EXTRACTED MATERIAL:
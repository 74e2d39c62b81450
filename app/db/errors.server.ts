/** What a database error means, told by its number: drizzle wraps the driver's error, and names differ between servers. */

function errnoOf(error: unknown): number | undefined {
  let current: unknown = error
  for (let depth = 0; depth < 5 && current instanceof Error; depth += 1) {
    const errno = (current as { errno?: unknown }).errno
    if (typeof errno === 'number' && errno > 0) return errno
    current = current.cause
  }
  return undefined
}

/** A unique key already holds this value. */
export function isDuplicate(error: unknown): boolean {
  return errnoOf(error) === 1062
}

/** A row that something else refers to, or a reference to a row that is not there. */
export function isForeignKey(error: unknown): boolean {
  const errno = errnoOf(error)
  return errno === 1451 || errno === 1452
}

/** A CHECK constraint refused the row. */
export function isCheck(error: unknown): boolean {
  return errnoOf(error) === 4025
}

/** Deadlock, lock wait timeout, or "changed since last read": the whole transaction may be tried again. */
export function isRetryable(error: unknown): boolean {
  const errno = errnoOf(error)
  return errno === 1213 || errno === 1205 || errno === 1020
}

/** The server cannot be reached or went away. */
export function isUnreachable(error: unknown): boolean {
  let current: unknown = error
  for (let depth = 0; depth < 5 && current instanceof Error; depth += 1) {
    const code = (current as { code?: unknown }).code
    if (
      typeof code === 'string' &&
      /^(ECONNREFUSED|ECONNRESET|EPIPE|ETIMEDOUT|PROTOCOL_CONNECTION_LOST)$/.test(code)
    ) {
      return true
    }
    current = current.cause
  }
  return false
}
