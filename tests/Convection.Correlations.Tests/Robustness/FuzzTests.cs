using System;
using System.Linq;
using Convection.Correlations.Air;
using Convection.Correlations.Evaluation;
using Convection.Correlations.Flows;
using Convection.Correlations.Jets;
using Convection.Correlations.Laws;
using Convection.Correlations.Literature;
using Convection.Correlations.Registry;
using Convection.Correlations.Rooms;
using Convection.Correlations.Selection;
using Convection.Correlations.Surfaces;
using Xunit;

namespace Convection.Correlations.Tests.Robustness;

/// <summary>Random and awkward arguments to the public entry points: documented exceptions, or a result that keeps its promises.</summary>
public class FuzzTests
{
    private const int Cases = 1_000_000;

    private static readonly double[] Awkward =
    [
        0, -0.0, 1, -1, 20, 1e-300, -1e-300, 1e300, -1e300, 1e9, -273.15, -273.16, 10_000, 10_001, double.NaN, double.PositiveInfinity,
        double.NegativeInfinity, double.Epsilon, double.MaxValue, double.MinValue,
    ];

    private static readonly RoomConvection[] Rooms = [.. TestRooms.All.Select(r => RoomConvection.Bind(r))];

    [Fact]
    public void PublicEntryPoints_AMillionArguments_ThrowOnlyWhatIsDocumented()
    {
        var random = new Random(20261201);
        Action<Random>[] entries =
        [
            r => _ = new AirState(Any(r), Any(r), Any(r)).Properties,
            r => _ = AirState.AtAltitude(Any(r), Any(r), Any(r)).DewPointCelsius,
            r => _ = AirProperties.FromValues(Any(r), Any(r), Any(r), Any(r), Any(r)),
            r => _ = new SurfaceContext(Text(r), (SurfaceKind)r.Next(-2, 7), Any(r), Any(r)) { TiltDegrees = Any(r), AreaSquareMetres = Any(r), PerimeterMetres = Any(r) }.HydraulicDiameterMetres,
            r => _ = new RoomContext(Text(r), Any(r), [new("a", SurfaceKind.Wall, 2, 2)]).Volume,
            r => _ = new SideWallJet(Text(r)) { OpeningSquareMetres = Any(r), Terminal = new() { SlotHeightMetres = Any(r), ReachMetres = Any(r), DesignDifferenceKelvins = Any(r) } }.Opening,
            r => _ = new SurfacePlacement(Text(r), (Placement)r.Next(-2, 12), (StreamDirection)r.Next(-2, 6)),
            r => _ = CorrelationId.TryParse(Text(r), out CorrelationId id) && id.IsNone,
            r => _ = CorrelationId.Parse(Text(r)),
            r => _ = PublishedLiterature.Registry.GetOrNull(CorrelationId.TryParse(Text(r), out CorrelationId id) ? id : default),
            r => _ = new Interval(Any(r), Any(r)).Contains(Any(r)),
            r => _ = new PowerLaw(Any(r), Any(r), (CharacteristicLength)r.Next(-1, 9), Any(r)).Formula,
            r => _ = new FlowLaw((DrivingVariable)r.Next(-1, 9), Any(r), Any(r), Any(r)).Formula,
            r => _ = new MixingLaw(Any(r), r.Next(2) == 0, Any(r)).Mix(Any(r), Any(r)),
            r => _ = new BlendRule { AssistingExponent = Any(r), OpposingFloor = Any(r) },
            r => _ = new ConvectionPolicy { HeaterRamp = Any(r), MinimumConductance = Any(r), OutOfRange = (OutOfRangeRule)r.Next(-1, 6) },
            r => _ = JetRules.SeparationMetres(JetRules.Archimedes(Any(r), Any(r), Any(r), Any(r)), Any(r)),
            r => _ = JetRules.RoundJetSpeed(Any(r), Any(r), Any(r), Any(r)),
            r => _ = ClosureConversion.ToOutlet([Any(r), Any(r)], [Any(r), Any(r)], Any(r)),
            r => _ = PublishedLiterature.Registry.All[r.Next(PublishedLiterature.Registry.Count)].Bind(Binding).Evaluate(Any(r)),
            Evaluate,
            Evaluate,
            Evaluate,
            Evaluate,
        ];
        for (int i = 0; i < Cases; i++)
        {
            int entry = random.Next(entries.Length);
            try
            {
                entries[entry](random);
            }
            catch (Exception documented) when (documented is ArgumentException or FormatException)
            {
                // Documented: the message must say something of use.
                Assert.True(documented.Message.Length > 10);
            }
        }
    }

    /// <summary>A bad state of one surface changes no bit of another's, whatever it is.</summary>
    [Fact]
    public void BadSurface_AnyAwkwardValue_LeavesTheOthersBitForBit()
    {
        foreach (RoomConvection room in Rooms)
        {
            double[] surfaces = [.. room.Room.Surfaces.Select((_, i) => 18.0 + i)];
            DeviceState[] devices = [.. room.Room.Devices.Select(Running)];
            var good = new ConvectionResult[surfaces.Length];
            room.Evaluate(21, surfaces, devices, good);
            foreach (double bad in Awkward)
            {
                double[] spoiled = [.. surfaces];
                spoiled[0] = bad;
                var results = new ConvectionResult[surfaces.Length];
                room.Evaluate(21, spoiled, devices, results);
                Assert.Equal(good.Skip(1), results.Skip(1));
                Assert.True(results[0].IsValid == bad is >= -273.15 and <= 10_000);
            }
        }
    }

    private static readonly LawBinding Binding = new(new SurfaceContext("s", SurfaceKind.Wall, 4, 2.5), new AirState(22).Properties);

    private static void Evaluate(Random r)
    {
        RoomConvection room = Rooms[r.Next(Rooms.Length)];
        double[] surfaces = [.. room.Room.Surfaces.Select(_ => Any(r))];
        DeviceState[] devices = [.. room.Room.Devices.Select(_ => r.Next(4) switch
        {
            0 => DeviceState.Supply(Any(r), Any(r)),
            1 => DeviceState.Stream(Any(r), Any(r)),
            2 => DeviceState.Heating(Any(r)),
            _ => DeviceState.Off,
        })];
        var results = new ConvectionResult[surfaces.Length];
        room.Evaluate(Any(r), surfaces, devices, results);
        foreach (ConvectionResult result in results)
        {
            bool isNumber = double.IsFinite(result.FluxWattsPerSquareMetre) && double.IsFinite(result.FluxPerSurfaceKelvin) && double.IsFinite(result.FluxPerRoomKelvin);
            Assert.True(result.IsValid == isNumber && result.Status != ConvectionStatus.NotEvaluated);
        }
    }

    private static DeviceState Running(FlowDescriptor device) => device.Needs switch
    {
        StateNeed.OutputFraction => DeviceState.Heating(0.5),
        StateNeed.Speed => DeviceState.Stream(0.4, 24),
        _ => DeviceState.Supply(0.1, 16),
    };

    private static double Any(Random r) => r.Next(5) switch
    {
        0 => Awkward[r.Next(Awkward.Length)],
        1 => BitConverter.Int64BitsToDouble(r.NextInt64(long.MinValue, long.MaxValue)),
        2 => r.NextDouble(),
        _ => (r.NextDouble() * 80) - 20,
    };

    private static string Text(Random r)
    {
        const string Letters = "ab-/ 1\u00e4\t\"A";
        return new string([.. Enumerable.Range(0, r.Next(8)).Select(_ => Letters[r.Next(Letters.Length)])]);
    }
}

WORK ITEM: Only the lines from the first line of the records through the line containing "using System.Linq;" should be repeated, exactly as they appear.

RESPONSE AREA:
repository 74e2d39c62b81450
filename app/db/errors.server.ts
/** What a database error means, told by its number: drizzle wraps the driver's error, and names differ between servers. */

function errnoOf(error: unknown): number | undefined {
  let current: unknown = error
  for (let depth = 0; depth < 5 && current instanceof Error; depth += 1) {
    const errno = (current as { errno?: unknown }).errno
    if (typeof errno === 'number' && errno > 0) return errno
    current = current.cause
  }
  return undefined
}

/** A unique key already holds this value. */
export function isDuplicate(error: unknown): boolean {
  return errnoOf(error) === 1062
}

/** A row that something else refers to, or a reference to a row that is not there. */
export function isForeignKey(error: unknown): boolean {
  const errno = errnoOf(error)
  return errno === 1451 || errno === 1452
}

/** A CHECK constraint refused the row. */
export function isCheck(error: unknown): boolean {
  return errnoOf(error) === 4025
}

/** Deadlock, lock wait timeout, or "changed since last read": the whole transaction may be tried again. */
export function isRetryable(error: unknown): boolean {
  const errno = errnoOf(error)
  return errno === 1213 || errno === 1205 || errno === 1020
}

/** The server cannot be reached or went away. */
export function isUnreachable(error: unknown): boolean {
  let current: unknown = error
  for (let depth = 0; depth < 5 && current instanceof Error; depth += 1) {
    const code = (current as { code?: unknown }).code
    if (
      typeof code === 'string' &&
      /^(ECONNREFUSED|ECONNRESET|EPIPE|ETIMEDOUT|PROTOCOL_CONNECTION_LOST)$/.test(code)
    ) {
      return true
    }
    current = current.cause
  }
  return false
}
filename tests/Convection.Correlations.Tests/Robustness/FuzzTests.cs
using System;
using System.Linq;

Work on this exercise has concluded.